Lilu stopped, the pain that was partially driving her incandescent fury forcing her to look down at her shoulder at last. The blood had soaked through the trauma pack, congealed to her shirt and the whole thing stuck to her skin and the wound, pulling at it with every movement, and in her anger she’d gesticulated too much. She now tried to peel it away through gritted teeth and a mounting groan of pain before she stopped. It was an ugly bit of business and firmly clotted into the flesh. “Fuck me, just great,” she muttered, looking around the room, realizing there was nothing in there to help her tend to her injuries, and starting to tear up in frustration.
“Just... sit down, please,” Sam said quietly, his eyes downcast and his face drawn. “I’ll get something to get that cleaned up.” She drew in a sharp breath like she was going to protest, thought better of it, and sat down, to his surprise. But she was seething.

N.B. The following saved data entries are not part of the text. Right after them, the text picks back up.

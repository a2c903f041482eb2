//! `data/draws/`: for each point one file of its draws and one of its burn-in; a row a draw, a column a quantity.
//! A group of rows holds whole blocks of one chain. Chains and draws are counted from 1 in the file.

use super::columnar::{Cells, Column, Kind, Table, Writer};
use crate::course::{Phase, Quantity, State};
use crate::engine::{Columns, Ledger, Mark, Reader, Stood};
use std::io;
use std::ops::Range;
use std::path::{Path, PathBuf};
use std::sync::Arc;

/// Rows of a group at most, and bytes of all its columns; a group holds at least one block.
const GROUP_ROWS: u64 = 1 << 17;
const GROUP_BYTES: u64 = 1 << 25;

/// Where the draws of a point (from 0) lie in a record.
pub fn name(point: usize, phase: Phase) -> String {
    let part = match phase {
        Phase::BurnIn => "-burn-in",
        Phase::Draws => "",
    };
    format!("data/draws/point-{}{part}.parquet", point + 1)
}

fn columns(quantities: &[Quantity]) -> Vec<Column> {
    let own = |name: &str| {
        // Outside readers want every column to have a name of its own.
        let taken = name == "chain" || name == "draw";
        let name = if taken {
            format!("{name} (quantity)")
        } else {
            name.to_owned()
        };
        (name, Kind::Real)
    };
    let mut columns = vec![("chain".into(), Kind::Short), ("draw".into(), Kind::Long)];
    columns.extend(quantities.iter().map(|quantity| own(&quantity.name)));
    columns
}

/// The blocks of one chain that make up each group of rows.
fn groups(blocks: &[Stood], quantities: usize) -> Vec<Range<usize>> {
    let most = (GROUP_BYTES / (8 * quantities.max(1) as u64)).clamp(1, GROUP_ROWS);
    let mut groups: Vec<Range<usize>> = Vec::new();
    let mut rows = 0;
    for (at, block) in blocks.iter().enumerate() {
        let draws = block.draws as u64;
        match groups.last_mut() {
            Some(last) if rows + draws <= most => {
                last.end = at + 1;
                rows += draws;
            }
            _ => {
                groups.push(at..at + 1);
                rows = draws;
            }
        }
    }
    groups
}

/// Writes the blocks of every chain of a point in one phase.
pub fn write(
    path: &Path,
    quantities: &[Quantity],
    chains: &[Vec<Stood>],
    reader: &dyn Reader,
) -> io::Result<()> {
    let mut writer = Writer::create(path, &columns(quantities))?;
    for (chain, blocks) in chains.iter().enumerate() {
        let mut first: u64 = 1;
        for group in groups(blocks, quantities.len()) {
            let blocks = &blocks[group];
            let rows: u64 = blocks.iter().map(|block| block.draws as u64).sum();
            let chain = i32::try_from(chain + 1).map_err(io::Error::other)?;
            writer.group(|column| match column {
                0 => Ok(Cells::Short(vec![chain; rows as usize])),
                1 => Ok(Cells::Long(
                    (first..first + rows).map(|i| i as i64).collect(),
                )),
                quantity => {
                    let mut cells = Vec::with_capacity(rows as usize);
                    for block in blocks {
                        let read = reader.column(block.mark, quantity - 2, &mut cells);
                        read.map_err(io::Error::other)?;
                    }
                    Ok(Cells::Real(cells))
                }
            })?;
            first += rows;
        }
    }
    writer.finish()
}

/// The draws of one phase of a point in a sealed record.
pub struct DrawsFile {
    path: PathBuf,
    table: Table,
    quantities: usize,
    ledgers: Vec<Ledger>,
    /// Draws of each chain.
    draws: u64,
}

impl DrawsFile {
    /// Opens the file, which must hold `draws` draws of each of `chains` chains, in order.
    pub fn open(
        path: &Path,
        quantities: &[Quantity],
        chains: usize,
        draws: u64,
    ) -> Result<DrawsFile, String> {
        let table = Table::open(path, &columns(quantities))?;
        let mut ledgers = vec![Ledger::default(); chains];
        let mut chain = 0;
        let mut done = 0;
        for group in 0..table.groups() {
            let rows = table.rows(group) as u64;
            if done == draws {
                chain += 1;
                done = 0;
            }
            if chain == chains || rows == 0 || done + rows > draws {
                return Err("it has draws that the trail does not have".into());
            }
            let Cells::Short(numbers) = table.cells(group, 0)? else {
                unreachable!("the kinds were held against the columns");
            };
            let Cells::Long(places) = table.cells(group, 1)? else {
                unreachable!("the kinds were held against the columns");
            };
            let right = numbers.iter().all(|&number| number as usize == chain + 1)
                && places.iter().zip(done + 1..).all(|(&at, i)| at as u64 == i);
            if !right {
                return Err(format!(
                    "its chains and draws are not counted in order in group {}",
                    group + 1
                ));
            }
            ledgers[chain].push(Phase::Draws, rows as usize, Mark(group as u64));
            done += rows;
        }
        if (chain + 1, done) != (chains, draws) {
            return Err("it lacks draws that the trail has".into());
        }
        Ok(DrawsFile {
            path: path.to_owned(),
            table,
            quantities: quantities.len(),
            ledgers,
            draws,
        })
    }

    /// A span of the draws of all chains.
    pub fn columns(self: &Arc<Self>, span: Range<u64>) -> Columns {
        Columns::new(self.ledgers.clone(), self.clone(), Phase::Draws, span)
    }

    /// A span of the draws of the first chains, and of them the quantities at these places.
    pub fn chosen(
        self: &Arc<Self>,
        chains: usize,
        places: Vec<usize>,
        span: Range<u64>,
    ) -> Columns {
        let file = self.clone();
        let reader = Arc::new(Chosen { file, places });
        Columns::new(self.ledgers[..chains].to_vec(), reader, Phase::Draws, span)
    }

    /// Draws of each chain.
    pub fn draws(&self) -> u64 {
        self.draws
    }

    /// Goes through the draws of one chain a group at a time: `each` is given the first draw of the group
    /// (from 0) and a column a quantity.
    pub fn chain(
        &self,
        chain: usize,
        mut each: impl FnMut(u64, &[Vec<f64>]) -> Result<(), String>,
    ) -> Result<(), String> {
        let mut first = 0;
        for (rows, mark) in self.ledgers[chain].marks(Phase::Draws) {
            let columns: Result<Vec<Vec<f64>>, String> = (0..self.quantities)
                .map(|quantity| {
                    let mut column = Vec::new();
                    self.column(mark, quantity, &mut column).map(|()| column)
                })
                .collect();
            each(first, &columns?)?;
            first += rows;
        }
        Ok(())
    }
}

/// Some quantities of a file, counted anew.
struct Chosen {
    file: Arc<DrawsFile>,
    places: Vec<usize>,
}

impl Reader for Chosen {
    fn column(&self, mark: Mark, quantity: usize, into: &mut Vec<f64>) -> Result<(), String> {
        self.file.column(mark, self.places[quantity], into)
    }

    fn state(&self, block: &Stood) -> Result<State, String> {
        self.file.state(block)
    }
}

impl Reader for DrawsFile {
    fn column(&self, mark: Mark, quantity: usize, into: &mut Vec<f64>) -> Result<(), String> {
        let cells = self.table.cells(mark.0 as usize, quantity + 2);
        match cells.map_err(|words| format!("{}: {words}", self.path.display()))? {
            Cells::Real(cells) if into.is_empty() => *into = cells,
            Cells::Real(cells) => into.extend(cells),
            _ => unreachable!("the kinds were held against the columns"),
        }
        Ok(())
    }

    fn state(&self, _: &Stood) -> Result<State, String> {
        Err("draws hold no states".into())
    }
}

Sam went back out into the passageway and shut the hatch behind him. He was kicking himself. He could not conceive of a way he could have made this situation worse. Why had he said that stupid thing about playing hero? He was so eager to score a point, he didn’t stop to think how it might sound in the ears of a worried and jealous woman. He was supposed to be reassuring Lilu along the way. He knew the very premise of looking for Lillian on behalf of Cora could trigger this response, and he got lost in the moment instead of taking care of this one vital task. And he had gotten Lilu shot. What a fool he was, yet again, and if he lost this relationship, it was going to be all his damned fool fault.
What was worse, he was going to have to find Cora to get first aid supply access. He didn’t keep good track of the supplies himself like he should. He went towards the galley but he didn’t see Cora there; a kettle of water was on the galley stove, though. He found her instead in the cockpit with Lillian, and his daughter and ex-wife both looked up. “Cora, I think I’m gonna need some suture kits and that wound spray that slows down bleeding, where are they at? That gunshot wound in Lilu’s shoulder is pretty nasty.”

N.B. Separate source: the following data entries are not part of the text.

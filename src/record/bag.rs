//! A record is a bag (BagIt 1.0, RFC 8493): a list of everything under `data/` with its SHA-256, as
//! `sha256sum -c` reads it, and a list of the other files.
//!
//! It shows a file that was changed by accident or in passing. Who mends the lists as well is found by the rest
//! of a verification.

use super::fault::RecordFault;
use super::moment;
use crate::canon;
use crate::reading;
use sha2::{Digest as _, Sha256};
use std::collections::{BTreeMap, BTreeSet};
use std::fs::{self, File};
use std::io::{self, Read};
use std::path::{Path, PathBuf};

const DECLARATION: &str = "bagit.txt";
const INFO: &str = "bag-info.txt";
const MANIFEST: &str = "manifest-sha256.txt";
const TAGS: &str = "tagmanifest-sha256.txt";
/// Who worked on it, when, where and with what.
pub const CIRCUMSTANCES: &str = "circumstances.json";
/// Outside both lists: signatures come later, and from others.
const SIGNATURES: &str = "signatures";
/// What the list of tags names, in its order.
const TAGGED: [&str; 4] = [INFO, DECLARATION, CIRCUMSTANCES, MANIFEST];

/// Bytes read at a time.
const CHUNK: usize = 1 << 16;
/// A list longer than this is refused.
const LONGEST_LIST: u64 = 1 << 28;
/// A label longer than this is no label.
const LONGEST_INFO: u64 = 1 << 20;
/// Files and folders looked at, and how deep they may lie.
const MOST_FILES: usize = 1 << 20;
const DEEPEST: usize = 8;

/// Writes what makes a bag of a folder whose `data/` and circumstances stand.
pub fn write(folder: &Path, title: &str, result_digest: &str) -> Result<(), RecordFault> {
    let walked = walk(folder)?;
    let mut manifest = String::new();
    for (name, path) in &walked.files {
        if name.starts_with("data/") {
            manifest.push_str(&line(path, name)?);
        }
    }
    let title = one_line(title);
    let info = format!(
        "Bag-Software-Agent: odograph {}\nBagging-Date: {}\nExternal-Description: {title}\n\
         External-Identifier: {result_digest}\nPayload-Oxum: {}\n",
        env!("CARGO_PKG_VERSION"),
        &moment::now()[..10],
        walked.oxum(),
    );
    let declaration = "BagIt-Version: 1.0\nTag-File-Character-Encoding: UTF-8\n";
    for (name, text) in [
        (DECLARATION, declaration),
        (INFO, &info),
        (MANIFEST, &manifest),
    ] {
        let path = folder.join(name);
        fs::write(&path, text).map_err(|fault| RecordFault::disk("write", &path, &fault))?;
    }
    let mut tags = String::new();
    for name in TAGGED {
        tags.push_str(&line(&folder.join(name), name)?);
    }
    let path = folder.join(TAGS);
    fs::write(&path, tags).map_err(|fault| RecordFault::disk("write", &path, &fault))
}

/// A file's line in a list.
fn line(path: &Path, name: &str) -> Result<String, RecordFault> {
    let digest = sha256(path).map_err(|fault| RecordFault::disk("read", path, &fault))?;
    Ok(format!("{digest}  {name}\n"))
}

/// The path under `data/` of every file there, sorted, and its length.
pub fn payload(folder: &Path) -> Result<Vec<(String, u64)>, RecordFault> {
    let mut files = Vec::new();
    for (name, path) in walk(folder)?.files {
        if let Some(name) = name.strip_prefix("data/") {
            let size =
                fs::metadata(&path).map_err(|fault| RecordFault::disk("read", &path, &fault))?;
            files.push((name.to_owned(), size.len()));
        }
    }
    Ok(files)
}

/// Holds a bag against its lists. Gives every difference, none when it is whole.
///
/// # Errors
/// When the folder itself cannot be read.
pub fn check(folder: &Path) -> Result<Vec<String>, RecordFault> {
    let walked = walk(folder)?;
    let mut differences = [walked.pitfalls.clone(), walked.strange.clone()].concat();
    let mut lists: BTreeMap<&str, BTreeMap<String, String>> = BTreeMap::new();
    for (list, payload) in [(MANIFEST, true), (TAGS, false)] {
        match read_list(&folder.join(list)) {
            Ok(entries) => {
                for name in entries.keys() {
                    if name.starts_with("data/") != payload {
                        differences.push(format!("{list} names {name}, which has no place in it"));
                    }
                }
                lists.insert(list, entries);
            }
            Err(words) => differences.push(format!("{list} {words}")),
        }
    }
    let mut listed: BTreeMap<String, String> = lists.into_values().flatten().collect();
    for name in TAGGED {
        if !listed.contains_key(name) {
            differences.push(format!("{TAGS} does not name {name}"));
        }
    }
    for (name, path) in &walked.files {
        if name == TAGS {
            continue;
        }
        match listed.remove(name) {
            None => differences.push(format!("{name} is in no list of the record")),
            Some(digest) => {
                if sha256(path).ok().is_none_or(|found| found != digest) {
                    let by = match name.starts_with("data/") {
                        true => MANIFEST,
                        false => TAGS,
                    };
                    differences.push(format!(
                        "{name} is not as it was when the record was sealed ({by})"
                    ));
                }
            }
        }
    }
    for name in listed.into_keys() {
        differences.push(format!("{name} is listed, and is not there"));
    }
    let oxum = walked.oxum();
    if label(folder, "Payload-Oxum").is_some_and(|said| said != oxum) {
        differences.push(format!("{INFO}: Payload-Oxum is not {oxum}"));
    }
    if fs::read_to_string(folder.join(DECLARATION))
        .is_ok_and(|text| !text.starts_with("BagIt-Version: 1.0\n"))
    {
        differences.push(format!(
            "{DECLARATION} does not declare a bag of version 1.0"
        ));
    }
    Ok(differences)
}

/// What has no place in a record and is not to be read: links, devices, and more or deeper than is looked at.
/// Whoever reads on after this is led nowhere else.
///
/// # Errors
/// When the folder itself cannot be read.
pub fn pitfalls(folder: &Path) -> Result<Vec<String>, RecordFault> {
    walk(folder).map(|walked| walked.pitfalls)
}

/// Where the label of a bag, `bag-info.txt`, says another title or result than these.
pub fn label_differences(folder: &Path, title: &str, result_digest: &str) -> Vec<String> {
    let title = one_line(title);
    let wanted = [
        ("External-Description", &*title),
        ("External-Identifier", result_digest),
    ];
    let wanted = wanted.into_iter().filter_map(|(name, wanted)| {
        let said = label(folder, name).unwrap_or_default();
        (said != wanted).then(|| format!("{INFO}: {name} says {said:?}, and should say {wanted:?}"))
    });
    wanted.collect()
}

/// What the label of a bag says under a name.
pub fn label(folder: &Path, name: &str) -> Option<String> {
    let text = reading::read(&folder.join(INFO), LONGEST_INFO).ok()?.bytes;
    let text = String::from_utf8(text).ok()?;
    let said = text
        .lines()
        .find_map(|line| line.strip_prefix(name)?.strip_prefix(": "));
    said.map(str::to_owned)
}

fn one_line(title: &str) -> String {
    title.split_whitespace().collect::<Vec<_>>().join(" ")
}

/// Name and digest of every line of a list; in words what is wrong with it.
fn read_list(path: &Path) -> Result<BTreeMap<String, String>, String> {
    let length = fs::symlink_metadata(path).map_err(|_| "is not there".to_owned())?;
    if !length.is_file() || length.len() > LONGEST_LIST {
        return Err("is no list".into());
    }
    let text = fs::read_to_string(path).map_err(|_| "cannot be read".to_owned())?;
    let mut entries = BTreeMap::new();
    for (number, line) in text.lines().enumerate() {
        let entry = line
            .split_once("  ")
            .filter(|(digest, _)| canon::unhex(digest).is_some());
        let Some((digest, name)) = entry else {
            return Err(format!("cannot be read in line {}", number + 1));
        };
        if name.contains(char::is_control) {
            return Err(format!("cannot be read in line {}", number + 1));
        }
        if entries.insert(name.to_owned(), digest.to_owned()).is_some() {
            return Err(format!("names {name} twice"));
        }
    }
    Ok(entries)
}

/// What a folder holds.
struct Walked {
    /// Plain files by their path from the top with `/` between, sorted; without signatures.
    files: Vec<(String, PathBuf)>,
    /// What no record has: unknown names.
    strange: Vec<String>,
    /// What is not to be read at all: links, devices, too much or too deep.
    pitfalls: Vec<String>,
}

impl Walked {
    /// Bytes and files of the payload, as the label of a bag counts them.
    fn oxum(&self) -> String {
        let payload = self
            .files
            .iter()
            .filter(|(name, _)| name.starts_with("data/"));
        let sizes: Vec<u64> = payload
            .map(|(_, path)| fs::symlink_metadata(path).map_or(0, |about| about.len()))
            .collect();
        let bytes = sizes
            .iter()
            .fold(0_u64, |sum, size| sum.saturating_add(*size));
        format!("{bytes}.{}", sizes.len())
    }
}

fn walk(folder: &Path) -> Result<Walked, RecordFault> {
    let top: BTreeSet<&str> = TAGGED.into_iter().chain([TAGS, "data"]).collect();
    let mut walked = Walked {
        files: Vec::new(),
        strange: Vec::new(),
        pitfalls: Vec::new(),
    };
    let mut folders = vec![(String::new(), folder.to_owned(), 0)];
    let mut seen = 0;
    while let Some((name, path, depth)) = folders.pop() {
        let disk = |fault| RecordFault::disk("read", &path, &fault);
        for entry in fs::read_dir(&path).map_err(disk)? {
            let entry = entry.map_err(disk)?;
            let own = entry.file_name();
            let inner = format!("{name}{}", own.to_string_lossy());
            if own.to_string_lossy().contains(char::is_control) {
                let shown = inner.replace(char::is_control, "?");
                walked
                    .pitfalls
                    .push(format!("{shown} has no name for a file"));
                continue;
            }
            let kind = entry.file_type().map_err(disk)?;
            seen += 1;
            if seen > MOST_FILES || depth > DEEPEST {
                walked.pitfalls.push(format!(
                    "{inner}: the record holds too many files, or too deep"
                ));
                return Ok(walked);
            }
            if depth == 0 && inner == SIGNATURES && kind.is_dir() {
                continue;
            }
            if own.to_str().is_none() || (depth == 0 && !top.contains(&*inner)) {
                walked
                    .strange
                    .push(format!("{inner} is no part of a record"));
            } else if kind.is_dir() {
                folders.push((format!("{inner}/"), entry.path(), depth + 1));
            } else if kind.is_file() {
                walked.files.push((inner, entry.path()));
            } else {
                walked
                    .pitfalls
                    .push(format!("{inner} is neither a file nor a folder"));
            }
        }
    }
    walked.files.sort();
    Ok(walked)
}

/// In hexadecimal, of a file of any length.
pub(super) fn sha256(path: &Path) -> io::Result<String> {
    let mut file = File::open(path)?;
    let mut hash = Sha256::new();
    let mut chunk = vec![0; CHUNK];
    loop {
        match file.read(&mut chunk) {
            Ok(0) => return Ok(canon::hex(&hash.finalize().into())),
            Ok(count) => hash.update(&chunk[..count]),
            Err(fault) if fault.kind() == io::ErrorKind::Interrupted => {}
            Err(fault) => return Err(fault),
        }
    }
}

#[cfg(test)]
mod tests {
    use super::*;

    fn bag() -> tempfile::TempDir {
        let folder = tempfile::tempdir().unwrap();
        let path = folder.path();
        fs::create_dir_all(path.join("data/inputs")).unwrap();
        fs::write(path.join("data/a.json"), "abc").unwrap();
        fs::write(path.join("data/inputs/b c.csv"), vec![7; 3 * CHUNK + 1]).unwrap();
        fs::write(path.join(CIRCUMSTANCES), "{}").unwrap();
        write(path, "Pump\nfailures", "00ff").unwrap();
        folder
    }

    fn told(folder: &Path) -> String {
        check(folder).unwrap().join("\n")
    }

    #[test]
    fn the_lists_are_sorted_and_plain() {
        let folder = bag();
        let text = fs::read_to_string(folder.path().join(MANIFEST)).unwrap();
        let lines: Vec<&str> = text.lines().collect();
        // FIPS 180-4 example "abc" (from memory).
        let abc = "ba7816bf8f01cfea414140de5dae2223b00361a396177a9cb410ff61f20015ad";
        assert_eq!(lines.len(), 2);
        assert_eq!(lines[0], format!("{abc}  data/a.json"));
        assert!(lines[1].ends_with("  data/inputs/b c.csv"));
        let info = fs::read_to_string(folder.path().join(INFO)).unwrap();
        assert!(
            info.contains("External-Description: Pump failures\n"),
            "{info}"
        );
        assert!(info.contains("Payload-Oxum: 196612.2\n"), "{info}");
        assert_eq!(told(folder.path()), "");
        fs::create_dir(folder.path().join(SIGNATURES)).unwrap();
        fs::write(folder.path().join("signatures/a"), "x").unwrap();
        assert_eq!(told(folder.path()), "");
    }

    #[test]
    fn what_changed_came_or_went_is_named() {
        let folder = bag();
        let path = folder.path();
        fs::write(path.join("data/a.json"), "abd").unwrap();
        fs::write(path.join("data/inputs/c.csv"), "").unwrap();
        fs::remove_file(path.join("data/inputs/b c.csv")).unwrap();
        fs::write(path.join(CIRCUMSTANCES), "{ }").unwrap();
        fs::write(path.join("journal"), "").unwrap();
        let told = told(path);
        for part in [
            "data/a.json is not as it was when the record was sealed",
            "data/inputs/c.csv is in no list",
            "data/inputs/b c.csv is listed, and is not there",
            "circumstances.json is not as it was",
            "journal is no part of a record",
        ] {
            assert!(told.contains(part), "{part} is missing in:\n{told}");
        }
    }

    #[test]
    fn a_flipped_byte_in_a_list_is_told() {
        for name in [DECLARATION, INFO, MANIFEST, TAGS] {
            let folder = bag();
            let path = folder.path().join(name);
            let whole = fs::read(&path).unwrap();
            for at in 0..whole.len() {
                let mut bytes = whole.clone();
                bytes[at] ^= 1;
                fs::write(&path, &bytes).unwrap();
                assert_ne!(told(folder.path()), "", "{name}, byte {at}");
            }
        }
    }

    #[test]
    #[cfg(unix)]
    fn links_are_not_followed() {
        let folder = bag();
        let link = folder.path().join("data/b.json");
        std::os::unix::fs::symlink("/dev/zero", &link).unwrap();
        assert!(told(folder.path()).contains("data/b.json is neither"));
        fs::remove_file(&link).unwrap();
        fs::remove_file(folder.path().join(MANIFEST)).unwrap();
        std::os::unix::fs::symlink("/dev/zero", folder.path().join(MANIFEST)).unwrap();
        assert!(told(folder.path()).contains(MANIFEST));
    }
}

“Below decks in the armory in a crate under the pistol cases, in case someone comes into the landing bay in bad shape. Do you want me to do it, Dad?”

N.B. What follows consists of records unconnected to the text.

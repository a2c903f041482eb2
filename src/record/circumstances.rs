//! Who worked on a run, when, where and with what: one entry a start. Outside every digest.

use super::bag::CIRCUMSTANCES as NAME;
use super::fault::RecordFault;
use super::folder::Open;
use super::moment;
use crate::canon::Json;
use std::fs;
use std::io;

/// The starts of a run, this one last.
#[derive(Debug, Clone, PartialEq)]
pub struct Circumstances {
    earlier: Vec<Json>,
    this: Vec<(String, Json)>,
}

impl Circumstances {
    /// Enters this start in the folder, after those before.
    pub fn begin(open: &Open, threads: usize) -> Result<Circumstances, RecordFault> {
        let path = open.path().join(NAME);
        let earlier = match fs::read_to_string(&path) {
            // What a power cut left of it before it was forced to the disk.
            Ok(text) if text.trim_matches(['\0', ' ', '\n']).is_empty() => Vec::new(),
            Ok(text) => Json::read(&text)
                .map_err(|words| RecordFault::foreign(&path, &words))?
                .get("starts")
                .map_or(Vec::new(), |starts| starts.items().to_vec()),
            Err(fault) if fault.kind() == io::ErrorKind::NotFound => Vec::new(),
            Err(fault) => return Err(RecordFault::disk("read", &path, &fault)),
        };
        let text = |name: &str, value: String| (name.to_owned(), Json::text(value));
        let count = |name: &str, value: u64| (name.to_owned(), Json::Count(value));
        let cut = open.journal.cut;
        let this = vec![
            text("began", moment::now()),
            text("host", moment::host()),
            text("version", env!("CARGO_PKG_VERSION").to_owned()),
            text("system", std::env::consts::OS.to_owned()),
            text("processor", std::env::consts::ARCH.to_owned()),
            count("process", std::process::id().into()),
            count("threads", threads as u64),
            count("blocks_found", open.journal.stood),
            count("bytes_cut", cut.map_or(0, |cut| cut.bytes)),
            count("whole_blocks_cut", cut.map_or(0, |cut| cut.behind)),
        ];
        let circumstances = Circumstances { earlier, this };
        circumstances.save(open)?;
        Ok(circumstances)
    }

    /// Has the starts entered in another folder before those of this one, which has none yet.
    pub fn follow(open: &Open, other: &Open) -> Result<(), RecordFault> {
        let (from, to) = (other.path().join(NAME), open.path().join(NAME));
        match fs::read(&from) {
            Ok(bytes) if !to.exists() => open.write(NAME, &bytes),
            Ok(_) => Ok(()),
            Err(fault) if fault.kind() == io::ErrorKind::NotFound => Ok(()),
            Err(fault) => Err(RecordFault::disk("read", &from, &fault)),
        }
    }

    /// Enters something more about this start.
    pub fn enter(&mut self, name: &str, what: Json) {
        self.this.push((name.into(), what));
    }

    /// Enters how this start ended.
    pub fn end(mut self, open: &Open, outcome: &str) -> Result<(), RecordFault> {
        self.this.push(("ended".into(), Json::text(moment::now())));
        self.this.push(("outcome".into(), Json::text(outcome)));
        self.save(open)
    }

    fn save(&self, open: &Open) -> Result<(), RecordFault> {
        let mut starts = self.earlier.clone();
        starts.push(Json::object(self.this.clone()));
        let all = Json::object([("starts", Json::Array(starts))]);
        open.write(NAME, all.pretty().as_bytes())
    }
}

“No, Sweetpea, I have it handled, why don’t you stay and spend time with your mother.” He studiously ignored Lillian, but she had something to say.
“I don’t know how I feel about that girl, Sam. She’s rude and disrespectful, and she...”
“Lillian, because Cora is here, I’ll say this with all due respect: I don’t really care how you feel about her. She saved your ass, much more than I did. So, some gratitude towards her is in order, not me. And to Cora, for calling in the cavalry in the first place.” Sam walked out and dropped down to the armory to gather the supplies.
Truthfully, even Sam wasn’t sure how he felt about Lilu. Oh, he loved her, it wasn’t a question about that. But the way he saw her aiming at Lillian... the image kept coming back to him. Was she capable of going through with such a cold blooded act? He thought of that video of the government hit job she’d taken, code named Amstel Light. The way she’d strangled that man in the brothel, the cold rage with which she’d looked into the camera at the end. It was more than just a job, it was personal because her handlers had sent her to be cruel to her.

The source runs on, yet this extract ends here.